Citation: Liu M, Liberzon A, Kong SW, Lai WR, Park PJ, et al. (2007) Network-Based Analysis of Affected Biological Processes in Sort 2 Diabetes Versions. PLoS Genet 3(6): e96. doi:10.1371/journal.pgen.0030096
Editor: Kathleen Kerr, University of Washington, United States of America
Received: December 19, 2006; Accepted: May 1,Office 2007 License, 2007; Published: June 15, 2007
Copyright: © 2007 Liu et al. This is surely an open-access report distributed under the terms from the Creative Commons Attribution License, which permits unrestricted use, distribution, and reproduction in any medium, provided the original writer and source are credited.
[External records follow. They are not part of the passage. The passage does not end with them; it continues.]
impl FormFactor {
    /// W for spinor directions `ua` = e^{i theta_a} (pocket a at k + q) and `ub` = e^{i theta_b}
    /// (pocket b at k).
    #[inline]
    pub fn weight(&self, ua: Complex64, ub: Complex64) -> f64 {
        match *self {
            FormFactor::Unity => 1.0,
            FormFactor::Helical {
                signs,
                winding_a,
                winding_b,
                phase_a,
                phase_b,
                matrix,
            } => {
                // e^{i(w theta + phi)} for w = +-1.
                let pa = phase_a * if winding_a > 0 { ua } else { ua.conj() };
                let pb = phase_b * if winding_b > 0 { ub } else { ub.conj() };
                // Closed forms of |<chi_a|M|chi_b>|^2 with chi = (1, s e^{i p})/sqrt(2); checked
                // against the explicit matrix product in the tests below.
                match matrix {
                    SpinMatrix::Identity => 0.5 * (1.0 + signs * (pb * pa.conj()).re),
                    SpinMatrix::Z => 0.5 * (1.0 - signs * (pb * pa.conj()).re),
                    SpinMatrix::X => 0.5 * (1.0 + signs * (pa * pb).re),
                    SpinMatrix::Y => 0.5 * (1.0 - signs * (pa * pb).re),
                }
            }
        }
    }

    /// Whether W is the same for every k.
    pub fn is_constant(&self) -> bool {
        matches!(self, FormFactor::Unity)
    }

    /// Whether W is unchanged by the mirror ky -> -ky of both momenta (theta -> -theta).
    pub fn is_mirror_symmetric(&self) -> bool {
        match *self {
            FormFactor::Unity => true,
            FormFactor::Helical {
                winding_a,
                winding_b,
                phase_a,
                phase_b,
                matrix,
                ..
            } => {
                // W depends on cos(w (theta_b - theta_a) + phi_b - phi_a): even in theta when the
                // phase difference is 0 or pi.
                matrix.is_diagonal()
                    && winding_a == winding_b
                    && (phase_b * phase_a.conj()).im.abs() < 1e-14
            }
        }
    }

    /// Whether W is unchanged when both momenta rotate together (so chi(q) depends on |q| only for
    /// circular pockets).
    pub fn is_rotation_invariant(&self) -> bool {
        match *self {
            FormFactor::Unity => true,
            FormFactor::Helical {
                winding_a,
                winding_b,
                matrix,
                ..
            } => {
                if matrix.is_diagonal() {
                    winding_a == winding_b
                } else {
                    winding_a == -winding_b
                }
            }
        }
    }
}

/// How the coupling was given in the configuration.
#[derive(Debug, Clone, Copy, PartialEq, serde::Serialize)]
pub enum CouplingInput {
    Lambda(f64),
    G(f64),
}

/// A pairing channel between an electron-like pocket `a` and a hole-like pocket `b`, with its
/// derived quantities. Read through the accessors; built only by [`Model::new`].
#[derive(Debug, Clone)]
pub struct Channel {
    name: Option<String>,
    label: String,
    a: usize,
    b: usize,
    g: f64,
    g_pinned: bool,
    coupling_input: CouplingInput,
    cutoff: f64,
    spin_matrix: SpinMatrix,
    overlap: f64,
    spin_channels: f64,
    form: FormFactor,
    nu: f64,
    mismatch: f64,
    mismatch_range: [f64; 2],
}

impl Channel {
    /// Optional user name (the NAME of `NAME.key` parameter paths).
    pub fn name(&self) -> Option<&str> {
        self.name.as_deref()
    }
    /// Display label: the name, or "A-B".
    pub fn label(&self) -> &str {
        &self.label
    }
    /// Index of the electron-like pocket.
    pub fn a(&self) -> usize {
        self.a
    }
    /// Index of the hole-like pocket.
    pub fn b(&self) -> usize {
        self.b
    }
    /// Contact coupling g > 0 in meV nm^2 (attractive), per spin channel.
    pub fn g(&self) -> f64 {
        self.g
    }
    /// Whether g was held at a base model's value (a sweep or search point) rather than taken
    /// from the coupling given for this model.
    pub fn g_pinned(&self) -> bool {
        self.g_pinned
    }
    /// How the coupling was given.
    pub fn coupling_input(&self) -> CouplingInput {
        self.coupling_input
    }
    /// Shell half-width Lambda in meV: |xi_k| < Lambda.
    pub fn cutoff(&self) -> f64 {
        self.cutoff
    }
    /// Spin matrix M of the order parameter.
    pub fn spin_matrix(&self) -> SpinMatrix {
        self.spin_matrix
    }
    /// Orbital overlap factor m_ab for the density modulation (default 1).
    pub fn overlap(&self) -> f64 {
        self.overlap
    }
    /// Number of equivalent spin channels: 2 for two degenerate pockets, else 1.
    pub fn spin_channels(&self) -> f64 {
        self.spin_channels
    }
    /// Band form factor W of the pair.
    pub fn form(&self) -> FormFactor {
        self.form
    }
    /// Pair density of states nu_ab per spin channel at q = 0, 1/(meV nm^2).
    pub fn nu(&self) -> f64 {
        self.nu
    }
    /// Mismatch h on the nesting line (meV).
    pub fn mismatch(&self) -> f64 {
        self.mismatch
    }
    /// Minimum and maximum of the mismatch along the nesting line (meV).
    pub fn mismatch_range(&self) -> [f64; 2] {
        self.mismatch_range
    }
    /// Dimensionless coupling lambda = g nu_ab.
    pub fn lambda(&self) -> f64 {
        self.g * self.nu
    }
    /// Nesting vector K_a - K_b (1/nm), given the model's pockets.
    pub fn nesting_vector(&self, model: &Model) -> [f64; 2] {
        let (ka, kb) = (
            model.pockets[self.a].center(),
            model.pockets[self.b].center(),
        );
        [ka[0] - kb[0], ka[1] - kb[1]]
    }
}

/// Real-space lattice of the surface, for folding wavevectors into the first zone.
#[derive(Debug, Clone, Copy, PartialEq, serde::Serialize)]
pub enum Lattice {
    Square { a: f64 },
    Rectangular { a: f64, b: f64 },
    Hexagonal { a: f64 },
}

/// The frozen model: built only by [`Model::new`] or [`Model::with`], so that every derived
/// quantity matches the specs it came from.
#[derive(Debug, Clone)]
pub struct Model {
    pocket_specs: Vec<PocketSpec>,
    channel_specs: Vec<ChannelSpec>,
    pockets: Vec<Pocket>,
    channels: Vec<Channel>,
    surface: Option<Lattice>,
    warnings: Vec<String>,
    /// Common shift of every offset from the specs, meV.
    shift: f64,
}

impl Model {
    /// The pockets, in configuration order.
    pub fn pockets(&self) -> &[Pocket] {
        &self.pockets
    }
    /// The pairing channels, in configuration order.
    pub fn channels(&self) -> &[Channel] {
        &self.channels
    }
    /// The surface lattice, if given.
    pub fn surface(&self) -> Option<Lattice> {
        self.surface
    }
    /// Legal but questionable input, to be shown to the user.
    pub fn warnings(&self) -> &[String] {
        &self.warnings
    }
    /// The pocket specs the model was built from.
    pub fn pocket_specs(&self) -> &[PocketSpec] {
        &self.pocket_specs
    }
    /// The channel specs the model was built from.
    pub fn channel_specs(&self) -> &[ChannelSpec] {
        &self.channel_specs
    }
    /// The electron-like pocket of a channel.
    pub fn pocket_a(&self, c: &Channel) -> &Pocket {
        &self.pockets[c.a]
    }
    /// The hole-like pocket of a channel.
    pub fn pocket_b(&self, c: &Channel) -> &Pocket {
        &self.pockets[c.b]
    }
}

/// Form factor of the pair (a, b) for spin matrix `m` (the crate docs, [`theory::channels`](crate::theory::channels)).
pub fn form_factor(a: &Pocket, b: &Pocket, m: SpinMatrix) -> FormFactor {
    match (a.spin(), b.spin()) {
        (
            Spin::Helical {
                winding: wa,
                phase: pa,
            },
            Spin::Helical {
                winding: wb,
                phase: pb,
            },
        ) => FormFactor::Helical {
            signs: a.carrier_sign() * b.carrier_sign(),
            winding_a: wa,
            winding_b: wb,
            phase_a: Complex64::from_polar(1.0, pa),
            phase_b: Complex64::from_polar(1.0, pb),
            matrix: m,
        },
        _ => FormFactor::Unity,
    }
}

/// Number of equivalent spin channels: 2 when both pockets are spin-degenerate.
pub fn spin_channels(a: &Pocket, b: &Pocket) -> f64 {
    if matches!(a.spin(), Spin::Degenerate) && matches!(b.spin(), Spin::Degenerate) {
        2.0
    } else {
        1.0
    }
}

/// The band form factor M_ab = <chi_a(p_a)| M |chi_b(p_b)> between pocket a at momentum p_a and
/// pocket b at p_b (each from its own centre): the helical matrix element when both pockets are
/// helical, otherwise 1 (a degenerate pocket's spin is summed into W = 1, the crate docs, [`theory::channels`](crate::theory::channels)).
pub fn band_matrix_element(
    a: &Pocket,
    b: &Pocket,
    m: SpinMatrix,
    pa: [f64; 2],
    pb: [f64; 2],
) -> Complex64 {
    match (a.spin(), b.spin()) {
        (
            Spin::Helical {
                winding: wa,
                phase: fa,
            },
            Spin::Helical {
                winding: wb,
                phase: fb,
            },
        ) => {
            let ta = wa as f64 * a.spinor_direction(pa).arg() + fa;
            let tb = wb as f64 * b.spinor_direction(pb).arg() + fb;
            helical_matrix_element(a.carrier_sign(), ta, b.carrier_sign(), tb, m)
        }
        _ => Complex64::new(1.0, 0.0),
    }
}

/// The matrix element M_ab = <chi_a(theta_a)| M |chi_b(theta_b)> for two helical spinors,
/// chi = (1, s e^{i(w theta + phi)})/sqrt(2). Used to check the closed forms and by the N x N
/// mean field.
pub fn helical_matrix_element(sa: f64, pa: f64, sb: f64, pb: f64, m: SpinMatrix) -> Complex64 {
    let r = std::f64::consts::FRAC_1_SQRT_2;
    let chi_a = [Complex64::new(r, 0.0), Complex64::from_polar(r, pa) * sa];
    let chi_b = [Complex64::new(r, 0.0), Complex64::from_polar(r, pb) * sb];
    let mm = m.matrix();
    let mut acc = Complex64::new(0.0, 0.0);
    for i in 0..2 {
        for j in 0..2 {
            acc += chi_a[i].conj() * mm[i][j] * chi_b[j];
        }
    }
    acc
}

#[cfg(test)]
mod tests {
    use super::*;

    /// The closed forms in `FormFactor::weight` equal |<chi_a|M|chi_b>|^2 from the explicit
    /// spinors (an independent route: matrix algebra instead of trigonometry). Absolute 1e-14:
    /// both are O(1) sums of a few terms.
    #[test]
    fn closed_form_weights_match_matrix_elements() {
        let e = |t: f64| Complex64::from_polar(1.0, t);
        for m in [
            SpinMatrix::Identity,
            SpinMatrix::X,
            SpinMatrix::Y,
            SpinMatrix::Z,
        ] {
            for (sa, sb) in [(1.0, -1.0), (1.0, 1.0), (-1.0, -1.0)] {
                for (wa, wb) in [(1, 1), (1, -1), (-1, 1)] {
                    let ff = FormFactor::Helical {
                        signs: sa * sb,
                        winding_a: wa,
                        winding_b: wb,
                        phase_a: e(0.3),
                        phase_b: e(-1.1),
                        matrix: m,
                    };
                    for (ta, tb) in [(0.0, 0.0), (0.7, 2.0), (-2.5, 1.3)] {
                        let me = helical_matrix_element(
                            sa,
                            wa as f64 * ta + 0.3,
                            sb,
                            wb as f64 * tb - 1.1,
                            m,
                        );
                        assert!((me.norm_sqr() - ff.weight(e(ta), e(tb))).abs() < 1e-14);
                    }
                }
            }
        }
    }

    /// Upper and lower cone with the same texture: W = 0 in the charge channel (the crate docs,
    /// [`theory::channels`](crate::theory::channels)).
    #[test]
    fn same_texture_upper_and_lower_cone_has_no_charge_weight() {
        let ff = FormFactor::Helical {
            signs: -1.0,
            winding_a: 1,
            winding_b: 1,
            phase_a: Complex64::from_polar(1.0, 0.4),
            phase_b: Complex64::from_polar(1.0, 0.4),
            matrix: SpinMatrix::Identity,
        };
        for t in [0.0, 1.0, 2.0, 4.0] {
            let u = Complex64::from_polar(1.0, t);
            assert!(ff.weight(u, u).abs() < 1e-15);
        }
    }
}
Funding: ML, AL,Windows 7 Pro Key, and SK were supported in part by National Science Foundation grant number ITR-048715 and National Human Genome Analysis Institute grant number R01 HG003367-01A1. PJP was supported in part by National Institute of General Medical Sciences grant number K25-GM67825. ISK was supported in part by National Institute of Diabetes and Digestive and Kidney Diseases DGAP grant number TO1DK60837-01A1. This work was supported in part by the National Institutes of Health National Center for Biomedical Computing grant number 5U54LM008748–02.
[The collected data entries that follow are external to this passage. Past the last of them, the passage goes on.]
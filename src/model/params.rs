//! Typed parameter points: the model parameters a sweep or a search can vary, resolved once from
//! a `NAME.key` path, and [`Model::with`], which returns a new frozen model with some of them set
//! (no text, no TOML, no re-parsing). Couplings stay pinned at the model's g except in channels
//! whose coupling is itself set.

use super::build::BuildOptions;
use super::spec::{
    degenerate_phase, dirac_only, entry_error, key_error, kind_name, DispersionSpec, SpinSpec,
};
use super::{CouplingInput, Lattice, Model};
use crate::error::InputError;

/// Numeric pocket keys that a path may name.
pub const POCKET_KEYS: &[&str] = &[
    "offset", "mass", "velocity", "kf", "vf", "angle", "center", "phase",
];
/// Numeric channel keys that a path may name.
pub const CHANNEL_KEYS: &[&str] = &["lambda", "g", "cutoff", "overlap"];
/// Numeric surface keys.
pub const SURFACE_KEYS: &[&str] = &["a", "b"];

/// One parameter of a model. Pocket and channel fields hold the index in model order; a
/// component is 0 (x) or 1 (y), `None` sets both axes of a two-component value.
#[derive(Debug, Clone, Copy, PartialEq, Eq, Hash)]
pub enum Param {
    /// Band-edge or Dirac-point energy of a pocket, meV.
    Offset { pocket: usize },
    /// Mass along the pocket's axes, electron masses.
    Mass {
        pocket: usize,
        component: Option<usize>,
    },
    /// hbar v of a Dirac pocket along its axes, meV nm.
    Velocity {
        pocket: usize,
        component: Option<usize>,
    },
    /// Fermi momentum of a pocket given by `kf` + `vf`, 1/nm.
    Kf { pocket: usize },
    /// hbar vF of a pocket given by `kf` + `vf`, meV nm.
    Vf { pocket: usize },
    /// Rotation of the pocket's axes, degrees.
    Angle { pocket: usize },
    /// One component of the pocket's centre, 1/nm.
    Center { pocket: usize, component: usize },
    /// Spin-texture phase of a helical pocket, degrees.
    SpinPhase { pocket: usize },
    /// Shell half-width of a channel, meV.
    Cutoff { channel: usize },
    /// Dimensionless coupling of a channel (converted to g at the new point).
    Lambda { channel: usize },
    /// Contact coupling of a channel, meV nm^2.
    G { channel: usize },
    /// Orbital overlap factor of a channel.
    Overlap { channel: usize },
    /// Lattice constant a of the surface, nm.
    LatticeA,
    /// Lattice constant b of a rectangular surface, nm.
    LatticeB,
    /// Every pocket offset moved by this many meV from its spec (the common chemical potential
    /// moved by minus it).
    OffsetShift,
}

impl Param {
    /// The channel whose coupling this parameter sets, if any (that channel is not pinned).
    fn coupling_channel(self) -> Option<usize> {
        match self {
            Param::Lambda { channel } | Param::G { channel } => Some(channel),
            _ => None,
        }
    }
}

impl Model {
    /// Resolves `NAME.key` (with an optional component 0 or 1) against this model. The error
    /// gives only the reason; the caller names the option and path.
    pub fn param(
        &self,
        target: &str,
        key: &str,
        component: Option<usize>,
    ) -> Result<Param, InputError> {
        if target == "surface" {
            if !SURFACE_KEYS.contains(&key) || component.is_some() {
                return Err(InputError::new(format!(
                    "the surface has keys {}",
                    SURFACE_KEYS.join(", ")
                )));
            }
            if self.surface.is_none() {
                return Err(InputError::new("the configuration has no [surface] table"));
            }
            return Ok(if key == "a" {
                Param::LatticeA
            } else {
                Param::LatticeB
            });
        }
        let pocket = self.pocket_specs.iter().position(|p| p.name == target);
        let channel = self
            .channel_specs
            .iter()
            .position(|c| c.name.as_deref() == Some(target));
        match (pocket, channel) {
            (Some(p), None) => self.pocket_param(p, key, component),
            (None, Some(c)) => channel_param(target, c, key, component),
            (None, None) => Err(InputError::new(format!(
                "no pocket or channel is named `{target}` (a channel needs `name = \"...\"` to be set this way)"
            ))),
            (Some(_), Some(_)) => Err(InputError::new(format!(
                "the name `{target}` is used by more than one pocket or channel"
            ))),
        }
    }

    fn pocket_param(
        &self,
        pocket: usize,
        key: &str,
        component: Option<usize>,
    ) -> Result<Param, InputError> {
        let name = &self.pocket_specs[pocket].name;
        let single = |p: Param| {
            if component.is_some() {
                Err(InputError::new(format!("`{key}` has one component")))
            } else {
                Ok(p)
            }
        };
        match key {
            "offset" => single(Param::Offset { pocket }),
            "kf" => single(Param::Kf { pocket }),
            "vf" => single(Param::Vf { pocket }),
            "angle" => single(Param::Angle { pocket }),
            "phase" => match self.pocket_specs[pocket].spin {
                SpinSpec::Helical { .. } => single(Param::SpinPhase { pocket }),
                SpinSpec::Degenerate => Err(degenerate_phase(name)),
            },
            "mass" => Ok(Param::Mass { pocket, component }),
            "velocity" => Ok(Param::Velocity { pocket, component }),
            "center" => match component {
                Some(component) => Ok(Param::Center { pocket, component }),
                None => Err(InputError::new(
                    "center has two components: use center.x or center.y",
                )),
            },
            _ => Err(InputError::new(format!(
                "`{name}` is a pocket; its numeric keys are {}",
                POCKET_KEYS.join(", ")
            ))),
        }
    }

    /// The value of a parameter in this model, in the units of its configuration key (for a
    /// search that starts from it). A coupling given the other way is reported as derived:
    /// lambda = g nu, g.
    pub fn value(&self, p: Param) -> f64 {
        let pocket = |i: usize| &self.pocket_specs[i];
        let pair = |v: [f64; 2], c: Option<usize>| v[c.unwrap_or(0)];
        match p {
            Param::Offset { pocket: i } => match pocket(i).dispersion {
                DispersionSpec::Mass { offset, .. } | DispersionSpec::Cone { offset, .. } => offset,
                DispersionSpec::FermiPoint { .. } => self.pockets[i].offset() - self.shift,
            },
            Param::Mass {
                pocket: i,
                component,
            } => match pocket(i).dispersion {
                DispersionSpec::Mass { mass, .. } => pair(mass, component),
                _ => self.pockets[i]
                    .masses()
                    .map_or(f64::NAN, |m| pair(m, component)),
            },
            Param::Velocity {
                pocket: i,
                component,
            } => match pocket(i).dispersion {
                DispersionSpec::Cone { velocity, .. } => pair(velocity, component),
                _ => f64::NAN,
            },
            Param::Kf { pocket: i } | Param::Vf { pocket: i } => match pocket(i).dispersion {
                DispersionSpec::FermiPoint { kf, .. } if matches!(p, Param::Kf { .. }) => kf,
                DispersionSpec::FermiPoint { vf, .. } => vf,
                _ => f64::NAN,
            },
            Param::Angle { pocket: i } => pocket(i).angle_deg,
            Param::Center {
                pocket: i,
                component,
            } => pocket(i).center[component],
            Param::SpinPhase { pocket: i } => match pocket(i).spin {
                SpinSpec::Helical { phase_deg, .. } => phase_deg,
                SpinSpec::Degenerate => 0.0,
            },
            Param::Cutoff { channel } => self.channel_specs[channel].cutoff,
            Param::Overlap { channel } => self.channel_specs[channel].overlap,
            Param::Lambda { channel } => match self.channel_specs[channel].coupling {
                CouplingInput::Lambda(l) => l,
                CouplingInput::G(_) => self.channels[channel].lambda(),
            },
            Param::G { channel } => match self.channel_specs[channel].coupling {
                CouplingInput::G(g) => g,
                CouplingInput::Lambda(_) => self.channels[channel].g,
            },
            Param::LatticeA => match self.surface {
                Some(
                    Lattice::Square { a }
                    | Lattice::Hexagonal { a }
                    | Lattice::Rectangular { a, .. },
                ) => a,
                None => f64::NAN,
            },
            Param::LatticeB => match self.surface {
                Some(Lattice::Rectangular { b, .. }) => b,
                _ => f64::NAN,
            },
            Param::OffsetShift => self.shift,
        }
    }

    /// A new model with the parameters set, in order, validated as the configuration would be.
    /// g stays pinned at this model's value in every channel whose `Lambda` or `G` is not set.
    pub fn with(&self, changes: &[(Param, f64)]) -> Result<Model, InputError> {
        let mut pockets = self.pocket_specs.clone();
        let mut channels = self.channel_specs.clone();
        let mut surface = self.surface;
        let mut shift = self.shift;
        let mut pinned: Vec<Option<f64>> = self.channels.iter().map(|c| Some(c.g)).collect();
        for &(p, v) in changes {
            if let Some(c) = p.coupling_channel() {
                if let Some(slot) = pinned.get_mut(c) {
                    *slot = None;
                }
            }
            match p {
                Param::LatticeA | Param::LatticeB => surface = Some(set_lattice(surface, p, v)?),
                Param::OffsetShift => shift = v,
                Param::Cutoff { channel } => channel_mut(&mut channels, channel)?.cutoff = v,
                Param::Overlap { channel } => channel_mut(&mut channels, channel)?.overlap = v,
                Param::Lambda { channel } => {
                    channel_mut(&mut channels, channel)?.coupling = CouplingInput::Lambda(v)
                }
                Param::G { channel } => {
                    channel_mut(&mut channels, channel)?.coupling = CouplingInput::G(v)
                }
                _ => set_pocket(&mut pockets, p, v)?,
            }
        }
        let opts = BuildOptions {
            pinned: &pinned,
            shift,
        };
        Model::build(pockets, channels, surface, &opts)
    }
}

fn channel_param(
    target: &str,
    channel: usize,
    key: &str,
    component: Option<usize>,
) -> Result<Param, InputError> {
    let p = match key {
        "lambda" => Param::Lambda { channel },
        "g" => Param::G { channel },
        "cutoff" => Param::Cutoff { channel },
        "overlap" => Param::Overlap { channel },
        _ => {
            return Err(InputError::new(format!(
                "`{target}` is a channel; its numeric keys are {}",
                CHANNEL_KEYS.join(", ")
            )))
        }
    };
    if component.is_some() {
        return Err(InputError::new(format!("`{key}` has one component")));
    }
    Ok(p)
}

fn channel_mut(
    channels: &mut [super::ChannelSpec],
    i: usize,
) -> Result<&mut super::ChannelSpec, InputError> {
    channels
        .get_mut(i)
        .ok_or_else(|| InputError::new(format!("channel index {i} is out of range")))
}

fn set_lattice(surface: Option<Lattice>, p: Param, v: f64) -> Result<Lattice, InputError> {
    let lat = surface.ok_or_else(|| InputError::new("the configuration has no [surface] table"))?;
    Ok(match (lat, p) {
        (Lattice::Square { .. }, Param::LatticeA) => Lattice::Square { a: v },
        (Lattice::Hexagonal { .. }, Param::LatticeA) => Lattice::Hexagonal { a: v },
        (Lattice::Rectangular { b, .. }, Param::LatticeA) => Lattice::Rectangular { a: v, b },
        (Lattice::Rectangular { a, .. }, _) => Lattice::Rectangular { a, b: v },
        (Lattice::Square { .. }, _) => return Err(only_rectangular("square")),
        (Lattice::Hexagonal { .. }, _) => return Err(only_rectangular("hexagonal")),
    })
}

fn only_rectangular(lat: &str) -> InputError {
    key_error(
        "[surface]",
        "b",
        format!("only a rectangular lattice takes `b` (this one is {lat})"),
    )
}

/// Sets one pocket parameter in the specs; a key that does not fit the way the pocket was given
/// is refused with the message the configuration would give.
fn set_pocket(pockets: &mut [super::PocketSpec], p: Param, v: f64) -> Result<(), InputError> {
    let i = match p {
        Param::Offset { pocket }
        | Param::Mass { pocket, .. }
        | Param::Velocity { pocket, .. }
        | Param::Kf { pocket }
        | Param::Vf { pocket }
        | Param::Angle { pocket }
        | Param::Center { pocket, .. }
        | Param::SpinPhase { pocket } => pocket,
        _ => unreachable!("not a pocket parameter"),
    };
    let spec = pockets
        .get_mut(i)
        .ok_or_else(|| InputError::new(format!("pocket index {i} is out of range")))?;
    let entry = spec.entry();
    let kind = spec.kind;
    let set_pair = |pair: &mut [f64; 2], c: Option<usize>| match c {
        Some(c) => pair[c] = v,
        None => *pair = [v, v],
    };
    let not_both = || {
        entry_error(
            &entry,
            "give either `mass` + `offset`, or `kf` + `vf`, not both",
        )
    };
    match (p, &mut spec.dispersion) {
        (Param::Angle { .. }, _) => spec.angle_deg = v,
        (Param::Center { component, .. }, _) => spec.center[component] = v,
        (Param::SpinPhase { .. }, _) => match &mut spec.spin {
            SpinSpec::Helical { phase_deg, .. } => *phase_deg = v,
            SpinSpec::Degenerate => return Err(degenerate_phase(&spec.name)),
        },
        (Param::Offset { .. }, DispersionSpec::Mass { offset, .. } | DispersionSpec::Cone { offset, .. }) => *offset = v,
        (Param::Offset { .. }, DispersionSpec::FermiPoint { .. }) => {
            return Err(key_error(&entry, "offset", "not allowed with `kf` + `vf` (the band edge follows from them: -+ hbar kF vF / 2)"))
        }
        (Param::Mass { component, .. }, DispersionSpec::Mass { mass, .. }) => set_pair(mass, component),
        (Param::Velocity { component, .. }, DispersionSpec::Cone { velocity, .. }) => set_pair(velocity, component),
        (Param::Kf { .. }, DispersionSpec::FermiPoint { kf, .. }) => *kf = v,
        (Param::Vf { .. }, DispersionSpec::FermiPoint { vf, .. }) => *vf = v,
        (Param::Mass { .. }, DispersionSpec::Cone { .. }) => return Err(dirac_only(&entry, "mass")),
        (Param::Kf { .. }, DispersionSpec::Cone { .. }) => return Err(dirac_only(&entry, "kf")),
        (Param::Vf { .. }, DispersionSpec::Cone { .. }) => return Err(dirac_only(&entry, "vf")),
        (Param::Velocity { .. }, _) => {
            return Err(key_error(&entry, "velocity", format!("a {} pocket takes `mass` + `offset`, or `kf` + `vf`; `velocity` is for \"dirac\" pockets", kind_name(kind))))
        }
        _ => return Err(not_both()),
    }
    Ok(())
}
Competing interests: The authors have declared that no competing interests exist.
Abbreviations: DEA, hypergeometric enrichment test on differentially expressed genes; DGAP, Diabetes Genome Anatomy Project; DM2, kind two diabetes mellitus; GNEA, gene network enrichment analysis; GO, gene ontology; GSEA, gene-set enrichment analysis; HNF4A, hepatocyte nuclear factor 4 alpha 1; HPRD, Human Protein Reference Database; HSN, high-scoring subnetwork; IS-HD,Office 2007 Ultimate, insulin-signaling gene set used from the analysis from the DGAP dataset and the HPRD protein–protein interactions; NR-HD,Office Enterprise 2007 Key, nuclear receptor signaling gene set used inside the analysis of the DGAP dataset and the HPRD protein–protein interactions
* To whom correspondence should be addressed. E-mail: manwayl@bu.edu (ML); kasif@bu.edu (SK)
# These authors contributed equally to this work.